El estudio retrospectivo, publicado en el número de 1 de abril de 2009 de Clinical Infectious Diseases, encontró que de 707 personas pertenecientes a una cohorte de pacientes con VIH sin experiencia en tratamiento que se sometió a una prueba de antigenemia criptocócica, el 7% dio resultados positivos. El 91% de estos casos tenía un recuento de linfocitos-T CD4 inferior a 100 células/mm3. La antigenemia criptocócica también se mantuvo como un potente factor de riesgo independiente de muerte.

Se observó que los pacientes que dieron positivo para antígenos criptocócicos tenían un menor nivel inicial de linfocitos-T CD4, eran más propensos a tener una historia de enfermedad criptocócica y a desarrollar nuevos casos de meningitis criptocócica durante la TARV. En el primer año bajo tratamiento antirretroviral, el 28% de quienes dieron positivo para antígenos criptocócicos desarrolló casos nuevos o de recaída de meningitis criptocócica una mediana de 35 días tras comenzar la TARV, mientras que no hubo ningún caso en 661 pacientes con resultado negativo para antígenos criptocócicos durante el primer año de seguimiento.

Según los investigadores, si se excluyen los casos de recaída, se necesitaría hacer la prueba de detección a 98 pacientes en esta cohorte para identificar un caso; pero si la detección se restringiera a quienes presentan un recuento de CD4 inferior a 100 células/mm3, el número de personas a las que se debería hacer la prueba para identificar un caso caería hasta las 52, con un coste por caso identificado de 206 dólares.

Un análisis de aquellos pacientes con un nivel inicial de CD4 más bajo (inferior a 100 células/mm3) mostró que el 13% tenía un resultado positivo en la prueba de detección de antígenos criptocócicos.

El análisis multivariable evidenció que la antigenemia criptocócica permaneció como un importante factor de riesgo independiente de muerte incluso después de ajustar para el nivel de CD4, carga viral, edad y sexo. El 34% de quienes dieron positivo al antígeno fallecieron durante el primer año de TARV, frente a sólo el 11% de los que dieron negativo. Una vez ajustado, el riesgo de muerte fue 3,2 veces mayor en los pacientes positivos al antígeno que en los negativos.

Se observó que la prueba de detección de antígenos empleada (Sistema de Aglutinación de Látex para Cryptococcus de Meridian) fue, al mismo tiempo, altamente sensible y específica.

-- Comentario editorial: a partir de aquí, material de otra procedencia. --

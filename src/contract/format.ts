/**
 * How figures, times and lists are written: on screens, in messages and in the memo. One place for all, so that a
 * number never differs between a grid and the page that is printed from it.
 */

export const MINUS = '−';

const formats = new Map<string, Intl.NumberFormat>();

function numberFormat(least: number, most: number): Intl.NumberFormat {
  const key = `${least}/${most}`;
  const known = formats.get(key);
  if (known) return known;
  const made = new Intl.NumberFormat('en-US', { minimumFractionDigits: least, maximumFractionDigits: most });
  formats.set(key, made);
  return made;
}

/** Intl writes a hyphen and keeps a zero's sign; a printed figure has a true minus and no "−0.0". */
function withTrueMinus(text: string): string {
  if (!text.startsWith('-')) return text;
  return /[1-9]/.test(text) ? MINUS + text.slice(1) : text.slice(1);
}

/** A figure with a fixed count of decimals, a thousands comma and a true minus: −1,234.5 */
export function formatNumber(value: number, decimals = 0): string {
  return withTrueMinus(numberFormat(decimals, decimals).format(value));
}

/** The same with its sign always written: +0.054, −12, and 0 without one. */
export function formatSigned(value: number, decimals = 0): string {
  const text = formatNumber(value, decimals);
  return value > 0 && /[1-9]/.test(text) ? `+${text}` : text;
}

const fullFormat = new Intl.NumberFormat('en-US', {
  maximumSignificantDigits: 15,
  maximumFractionDigits: 15,
});

/** The full figure for hover, focus and exports: every digit that the number holds, up to 15 significant ones. */
export const formatFull = (value: number): string => withTrueMinus(fullFormat.format(value));

/** A share of one to three places without the leading zero, as in the second line of a ranking's cell: .905, 1.000 */
export function formatShare(value: number): string {
  return formatNumber(value, 3).replace(/^(−?)0\./, '$1.');
}

/** Latitude in degrees, north positive, with its half: 4.72° S */
export function formatLatitude(latitudeDeg: number, decimals = 2): string {
  return `${formatNumber(Math.abs(latitudeDeg), decimals)}° ${latitudeDeg < 0 ? 'S' : 'N'}`;
}

/** Longitude in degrees, east positive, with its half: 37.05° W */
export function formatLongitude(longitudeDeg: number, decimals = 2): string {
  return `${formatNumber(Math.abs(longitudeDeg), decimals)}° ${longitudeDeg < 0 ? 'W' : 'E'}`;
}

/** 2026-12-01, the UTC day. */
export function formatDateUtc(time: string | Date): string {
  return toDate(time).toISOString().slice(0, 10);
}

/** 11:42 UTC */
export function formatTimeUtc(time: string | Date): string {
  return `${toDate(time).toISOString().slice(11, 16)} UTC`;
}

/** 2026-12-01 11:42 UTC */
export function formatDateTimeUtc(time: string | Date): string {
  return `${formatDateUtc(time)} ${formatTimeUtc(time)}`;
}

function toDate(time: string | Date): Date {
  return time instanceof Date ? time : new Date(time);
}

/** "1 site", "1,240 sites"; give the plural where an s does not make it. */
export function formatCount(count: number, one: string, many = `${one}s`): string {
  return `${formatNumber(count)} ${count === 1 ? one : many}`;
}

/** "a", "a and b", "a, b and c" */
export function listInWords(items: readonly string[], last = 'and'): string {
  if (items.length < 2) return items[0] ?? '';
  return `${items.slice(0, -1).join(', ')} ${last} ${items.at(-1)}`;
}

/** Two letters for a person: the first of the first and of the last name. */
export function initialsOf(name: string): string {
  const words = name.trim().split(/\s+/).filter(Boolean);
  const first = words[0]?.[0] ?? '?';
  const last = words.length > 1 ? (words.at(-1)?.[0] ?? '') : (words[0]?.[1] ?? '');
  return (first + last).toUpperCase();
}

/**
 * A number as a person types it: a true minus, thousands commas or spaces, an exponent.
 * @returns the number, or the typed text when it is none, so that a schema can refuse it and a field can keep it
 */
export function readTypedNumber(text: string): number | string | undefined {
  const typed = text.trim();
  if (typed === '') return undefined;
  const plain = typed.replace(/[\u2212\u2013]/g, '-').replace(/[\u00a0\u2009\u202f ]/g, '');
  const grouped = /^[+-]?\d{1,3}(,\d{3})+(\.\d+)?$/.test(plain) ? plain.replaceAll(',', '') : plain;
  return /^[+-]?(\d+\.?\d*|\.\d+)(e[+-]?\d+)?$/i.test(grouped) ? Number(grouped) : typed;
}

Los autores de la investigación sugieren que deben realizarse estudios prospectivos para probar los beneficios de la detección basada en antígenos, especialmente en relación con el uso de la profilaxis con fluconazol a títulos de antígeno inferiores. También son necesarias más investigaciones para dilucidar si la punción lumbar para determinar la afectación del sistema nervioso central es siempre necesaria en pacientes con antigenemia.

La detección de antígenos criptocócicos en pacientes con un recuento de linfocitos-T CD4 por debajo de 100 células/mm3 permitiría una estrategia preventiva orientada que evitaría enfermedad clínica y muerte, concluyeron los responsables del estudio.

Referencia: Jarvis JN, et al. Screening for cryptococcal antigenemia in patients accessing an antiretroviral treatment program in South Africa. Clinical Infectious Diseases. 2009; 48: 856-862.

Traducción: Grupo de Trabajo sobre Tratamientos del VIH (gTt).